Collection entries

----

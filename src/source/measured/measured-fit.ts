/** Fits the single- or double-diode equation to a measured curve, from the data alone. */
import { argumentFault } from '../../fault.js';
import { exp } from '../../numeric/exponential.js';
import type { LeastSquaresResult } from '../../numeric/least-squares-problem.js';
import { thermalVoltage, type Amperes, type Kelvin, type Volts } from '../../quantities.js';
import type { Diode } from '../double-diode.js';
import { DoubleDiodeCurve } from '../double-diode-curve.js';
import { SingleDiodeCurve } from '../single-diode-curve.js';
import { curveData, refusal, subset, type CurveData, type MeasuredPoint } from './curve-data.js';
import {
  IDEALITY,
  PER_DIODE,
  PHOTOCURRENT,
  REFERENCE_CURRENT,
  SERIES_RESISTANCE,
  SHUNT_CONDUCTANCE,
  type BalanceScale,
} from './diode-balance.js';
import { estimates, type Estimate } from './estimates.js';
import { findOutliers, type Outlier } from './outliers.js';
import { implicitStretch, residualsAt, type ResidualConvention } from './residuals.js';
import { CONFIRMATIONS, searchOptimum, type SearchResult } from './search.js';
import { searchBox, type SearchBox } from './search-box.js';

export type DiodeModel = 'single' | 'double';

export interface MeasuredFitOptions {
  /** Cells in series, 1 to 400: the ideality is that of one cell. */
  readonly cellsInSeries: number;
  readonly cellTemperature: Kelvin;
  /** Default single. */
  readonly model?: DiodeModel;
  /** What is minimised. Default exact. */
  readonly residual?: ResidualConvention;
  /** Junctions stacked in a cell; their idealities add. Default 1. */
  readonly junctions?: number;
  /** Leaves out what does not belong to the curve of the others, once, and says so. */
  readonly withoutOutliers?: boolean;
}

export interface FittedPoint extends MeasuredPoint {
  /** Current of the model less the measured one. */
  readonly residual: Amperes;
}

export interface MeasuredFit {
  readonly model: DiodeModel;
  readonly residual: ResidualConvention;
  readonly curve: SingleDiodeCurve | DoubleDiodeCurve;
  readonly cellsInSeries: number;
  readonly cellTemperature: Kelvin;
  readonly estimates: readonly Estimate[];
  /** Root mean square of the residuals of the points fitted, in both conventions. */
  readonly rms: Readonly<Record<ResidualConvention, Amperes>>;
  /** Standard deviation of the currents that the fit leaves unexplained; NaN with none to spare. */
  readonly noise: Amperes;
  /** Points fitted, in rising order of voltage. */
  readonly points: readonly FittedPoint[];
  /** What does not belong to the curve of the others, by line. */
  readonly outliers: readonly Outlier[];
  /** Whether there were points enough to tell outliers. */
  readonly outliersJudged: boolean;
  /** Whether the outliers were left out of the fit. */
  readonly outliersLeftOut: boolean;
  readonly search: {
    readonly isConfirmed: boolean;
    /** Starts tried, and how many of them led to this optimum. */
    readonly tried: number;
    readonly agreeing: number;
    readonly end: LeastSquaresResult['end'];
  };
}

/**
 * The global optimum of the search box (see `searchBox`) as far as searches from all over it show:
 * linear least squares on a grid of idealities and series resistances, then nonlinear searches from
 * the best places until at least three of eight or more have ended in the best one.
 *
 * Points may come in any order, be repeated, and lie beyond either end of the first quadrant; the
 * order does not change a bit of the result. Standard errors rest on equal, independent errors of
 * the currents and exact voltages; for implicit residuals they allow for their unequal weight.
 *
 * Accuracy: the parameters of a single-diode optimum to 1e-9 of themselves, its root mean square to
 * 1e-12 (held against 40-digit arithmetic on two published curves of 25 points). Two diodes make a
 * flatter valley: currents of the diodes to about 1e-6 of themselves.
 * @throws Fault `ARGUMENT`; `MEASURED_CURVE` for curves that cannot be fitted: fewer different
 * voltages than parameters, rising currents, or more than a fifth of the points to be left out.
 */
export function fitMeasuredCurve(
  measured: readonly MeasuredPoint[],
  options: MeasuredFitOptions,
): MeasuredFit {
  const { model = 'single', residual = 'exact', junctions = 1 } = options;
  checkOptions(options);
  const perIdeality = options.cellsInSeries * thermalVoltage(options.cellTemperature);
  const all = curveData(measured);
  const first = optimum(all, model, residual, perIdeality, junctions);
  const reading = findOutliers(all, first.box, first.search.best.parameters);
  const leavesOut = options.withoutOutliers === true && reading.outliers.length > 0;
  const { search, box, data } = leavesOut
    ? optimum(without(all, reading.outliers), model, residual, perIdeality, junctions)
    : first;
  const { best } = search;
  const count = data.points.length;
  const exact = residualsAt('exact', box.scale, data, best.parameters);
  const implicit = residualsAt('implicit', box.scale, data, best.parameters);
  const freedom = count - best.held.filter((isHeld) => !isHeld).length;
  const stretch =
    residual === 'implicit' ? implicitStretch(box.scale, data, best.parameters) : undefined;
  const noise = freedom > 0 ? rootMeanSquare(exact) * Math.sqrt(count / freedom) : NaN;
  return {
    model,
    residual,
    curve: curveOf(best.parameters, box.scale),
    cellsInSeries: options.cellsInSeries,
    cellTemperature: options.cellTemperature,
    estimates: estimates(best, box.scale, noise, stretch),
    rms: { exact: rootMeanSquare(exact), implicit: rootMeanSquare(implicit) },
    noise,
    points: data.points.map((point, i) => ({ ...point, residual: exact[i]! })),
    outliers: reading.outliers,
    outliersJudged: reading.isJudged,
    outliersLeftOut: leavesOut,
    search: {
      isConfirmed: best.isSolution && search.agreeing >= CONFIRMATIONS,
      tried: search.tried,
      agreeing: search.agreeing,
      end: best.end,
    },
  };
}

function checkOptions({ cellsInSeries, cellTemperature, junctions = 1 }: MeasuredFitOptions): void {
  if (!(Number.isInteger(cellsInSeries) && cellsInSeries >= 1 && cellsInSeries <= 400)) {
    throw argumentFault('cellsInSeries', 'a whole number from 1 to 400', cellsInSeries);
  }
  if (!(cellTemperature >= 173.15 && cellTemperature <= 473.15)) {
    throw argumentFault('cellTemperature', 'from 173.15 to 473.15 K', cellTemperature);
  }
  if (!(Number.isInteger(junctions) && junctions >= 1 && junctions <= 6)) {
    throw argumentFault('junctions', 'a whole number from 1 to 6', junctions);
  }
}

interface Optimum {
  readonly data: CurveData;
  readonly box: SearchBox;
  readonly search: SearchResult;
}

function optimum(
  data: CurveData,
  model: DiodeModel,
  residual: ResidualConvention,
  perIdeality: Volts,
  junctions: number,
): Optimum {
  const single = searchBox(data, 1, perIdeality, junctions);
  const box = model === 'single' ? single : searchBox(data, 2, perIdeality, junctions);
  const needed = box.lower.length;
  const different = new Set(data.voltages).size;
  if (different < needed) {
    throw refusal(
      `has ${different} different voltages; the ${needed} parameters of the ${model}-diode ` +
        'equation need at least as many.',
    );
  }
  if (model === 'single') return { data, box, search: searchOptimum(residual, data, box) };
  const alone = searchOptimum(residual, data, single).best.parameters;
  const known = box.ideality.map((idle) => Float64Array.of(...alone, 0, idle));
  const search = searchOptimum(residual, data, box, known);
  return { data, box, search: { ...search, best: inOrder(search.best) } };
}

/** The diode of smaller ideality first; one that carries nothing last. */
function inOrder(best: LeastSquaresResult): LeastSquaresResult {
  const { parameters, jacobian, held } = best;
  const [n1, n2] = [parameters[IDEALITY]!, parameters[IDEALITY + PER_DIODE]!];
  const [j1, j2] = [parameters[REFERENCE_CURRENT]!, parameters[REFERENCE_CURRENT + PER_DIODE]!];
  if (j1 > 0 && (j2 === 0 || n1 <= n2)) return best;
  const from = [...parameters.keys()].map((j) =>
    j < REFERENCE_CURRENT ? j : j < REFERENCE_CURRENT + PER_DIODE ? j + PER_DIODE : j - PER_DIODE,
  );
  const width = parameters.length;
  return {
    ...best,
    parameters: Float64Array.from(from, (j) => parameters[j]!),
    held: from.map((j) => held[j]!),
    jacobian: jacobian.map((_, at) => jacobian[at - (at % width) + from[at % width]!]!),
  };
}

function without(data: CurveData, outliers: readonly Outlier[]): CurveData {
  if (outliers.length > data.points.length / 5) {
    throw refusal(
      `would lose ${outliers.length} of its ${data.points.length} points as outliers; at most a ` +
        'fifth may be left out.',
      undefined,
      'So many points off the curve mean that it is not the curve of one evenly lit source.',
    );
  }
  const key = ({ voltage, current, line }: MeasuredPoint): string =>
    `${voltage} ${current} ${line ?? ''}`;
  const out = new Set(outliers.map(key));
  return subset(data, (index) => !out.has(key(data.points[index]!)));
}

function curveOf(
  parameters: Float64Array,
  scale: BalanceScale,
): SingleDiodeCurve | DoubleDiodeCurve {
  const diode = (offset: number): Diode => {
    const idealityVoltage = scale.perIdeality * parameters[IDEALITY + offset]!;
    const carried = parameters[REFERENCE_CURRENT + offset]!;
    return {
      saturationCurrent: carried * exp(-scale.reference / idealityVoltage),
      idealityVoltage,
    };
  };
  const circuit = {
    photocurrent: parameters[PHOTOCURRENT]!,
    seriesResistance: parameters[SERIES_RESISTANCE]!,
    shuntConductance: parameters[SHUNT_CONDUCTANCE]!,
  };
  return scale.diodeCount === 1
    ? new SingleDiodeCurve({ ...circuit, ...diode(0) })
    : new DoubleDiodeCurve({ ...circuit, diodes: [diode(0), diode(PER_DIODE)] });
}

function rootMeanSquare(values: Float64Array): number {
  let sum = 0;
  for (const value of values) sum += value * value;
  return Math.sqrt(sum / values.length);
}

----

How to complete this task | When you reach the line containing "the best one." in the data above, start copying exactly, and stop after the line containing "1e-6 of themselves.".

Exercise response |
 * the best places until at least three of eight or more have ended in the best one.
 *
 * Points may come in any order, be repeated, and lie beyond either end of the first quadrant; the
 * order does not change a bit of the result. Standard errors rest on equal, independent errors of
 * the currents and exact voltages; for implicit residuals they allow for their unequal weight.
 *
 * Accuracy: the parameters of a single-diode optimum to 1e-9 of themselves, its root mean square to
 * 1e-12 (held against 40-digit arithmetic on two published curves of 25 points). Two diodes make a
 * flatter valley: currents of the diodes to about 1e-6 of themselves.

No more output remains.